No such worries for Mr X, however, who has announced that, tired of a lack of adventures in his life, he will make as many foolish and unsensible decisions as possible in order to create a worthy narrative of which he can then write. He seems to have taken Hemingway as his model, and is drinking and smoking heavily, and this Thursday will travel 14 hours by bus to Salvador to meet a girl of truly dazzling beauty he has met on the internet. Whether this girl remotely resembles the photos Mr X has seen, or whether she is even a girl at all (she of course may be a he – a hairy knuckled Bahian sexual predator, or worse, or better, a gang of passport thieves, knives between their teeth, lurking in wait for Mr X at the bus station) remains to be seen. Mr X doesn’t care, he tells me, for he is a writer, and writers should live life to the stupidest full, shouldn’t they?

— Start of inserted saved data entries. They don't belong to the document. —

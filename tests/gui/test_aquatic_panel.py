"""The fish-irrigation panel: builds offscreen, replans on an edit, marks a bad field, installs in the window."""

from __future__ import annotations

import pytest
from PySide6.QtCore import Qt
from PySide6.QtWidgets import QApplication, QLabel

from ventset.model import STANDING_NOTICE


def _settle():
    for _ in range(3):
        QApplication.processEvents()


@pytest.fixture
def panel(qtbot):
    from ventset.gui.aquatic_panel import AquaticPanel

    p = AquaticPanel()
    qtbot.addWidget(p)
    p.resize(900, 1200)
    p.show()
    qtbot.waitExposed(p)
    return p


def test_panel_builds_with_a_koi_plan(panel):
    assert panel.plan is not None and panel.plan.group.key == "carp_koi"
    assert panel.headline.plainText().startswith("Flow 1.56 L/min")  # 2 kg koi, 20 °C (see test_aquatic_*)
    assert panel.notice.plainText() == STANDING_NOTICE
    assert any("IRRIGATE_MOUTH_TO_GILLS" in r.plainText() for r in panel.caution_rows if r.isVisible())
    vb = panel.flow_plot.getPlotItem().vb
    assert not any(vb.autoRangeEnabled())
    assert vb.viewRange()[0][1] == pytest.approx(10.0)


def test_edit_replans(panel, qtbot):
    before = panel.plan
    qtbot.keyClicks(panel.edits["mass"], "0")   # "2 kg0" is not a mass …
    _settle()
    assert panel.error is not None and panel.plan is before
    assert "STALE" in panel.headline.plainText()
    assert panel.edits["mass"].styleSheet() != ""
    panel.edits["mass"].clear()
    qtbot.keyClicks(panel.edits["mass"], "4 kg")
    _settle()
    assert panel.error is None and panel.plan is not before and panel.plan.mass_kg == 4.0
    assert panel.edits["mass"].styleSheet() == ""


def test_bad_salinity_marks_field(panel):
    panel.set_field("salinity", "60")
    panel.replan()
    assert panel.error is not None and panel.error.field == "Salinity"
    assert panel.edits["salinity"].styleSheet() != ""
    assert "Salinity" in panel.error_text.plainText()


def test_species_change_shows_ram_caution(panel):
    panel.species.setCurrentIndex(panel.species.findData("shark"))
    panel.set_values({"mass": "10 kg", "water-temperature": "24", "salinity": "35"})
    panel.replan()
    assert panel.plan.group.obligate_ram
    assert any("RAM_VENTILATOR" in r.plainText() for r in panel.caution_rows if r.isVisible())


def test_all_labels_plain_text(panel):
    for label in panel.findChildren(QLabel):
        assert label.textFormat() == Qt.TextFormat.PlainText


def test_installs_in_the_window_and_keeps_entries(make_window):
    from ventset.gui import aquatic_panel, ondemand
    from ventset.gui import window as window_mod

    # The window adds it as a tab built when first shown (tests/gui/test_ondemand.py); installed directly here.
    assert "ventset.gui.ondemand" in window_mod.EXTENSIONS and ondemand.AQUATIC_TITLE == "Fish irrigation"
    w = make_window()
    p = aquatic_panel.install(w)
    assert w.tabs.indexOf(p) >= 0 and w.tabs.tabText(w.tabs.indexOf(p)) == "Fish irrigation"
    p.set_field("mass", "3 kg")
    p.replan()
    assert w.settings.value("aquatic/mass") == "3 kg"
    again = aquatic_panel.install(w)
    assert again.values()["mass"] == "3 kg"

And in any case even if the journey turns out to be full of white-knuckled peril, it may be safer than what Mr X would otherwise do if he stayed in Recife, which would be to go to the Santa Cruz game. For after a run of truly miserable results Santa are one defeat away from elimination from Serie C, the Brazilian third division, and elimination would mean that next year Santa would play in the fourth division, which doesn’t even exist at the moment but seems to have been created solely to allow for yet greater suffering for tricolores across Recife. In such event it is unlikely a stone of Arruda, Santa’s stadium, will be left unleavened by the team's enraged supporters and it will be even greater shame to the Inferno Coral if so much as one city bus is left untorched. Hemingway or not, all of these are things Mr X would prefer to watch on the news on Monday, rather than witness in person.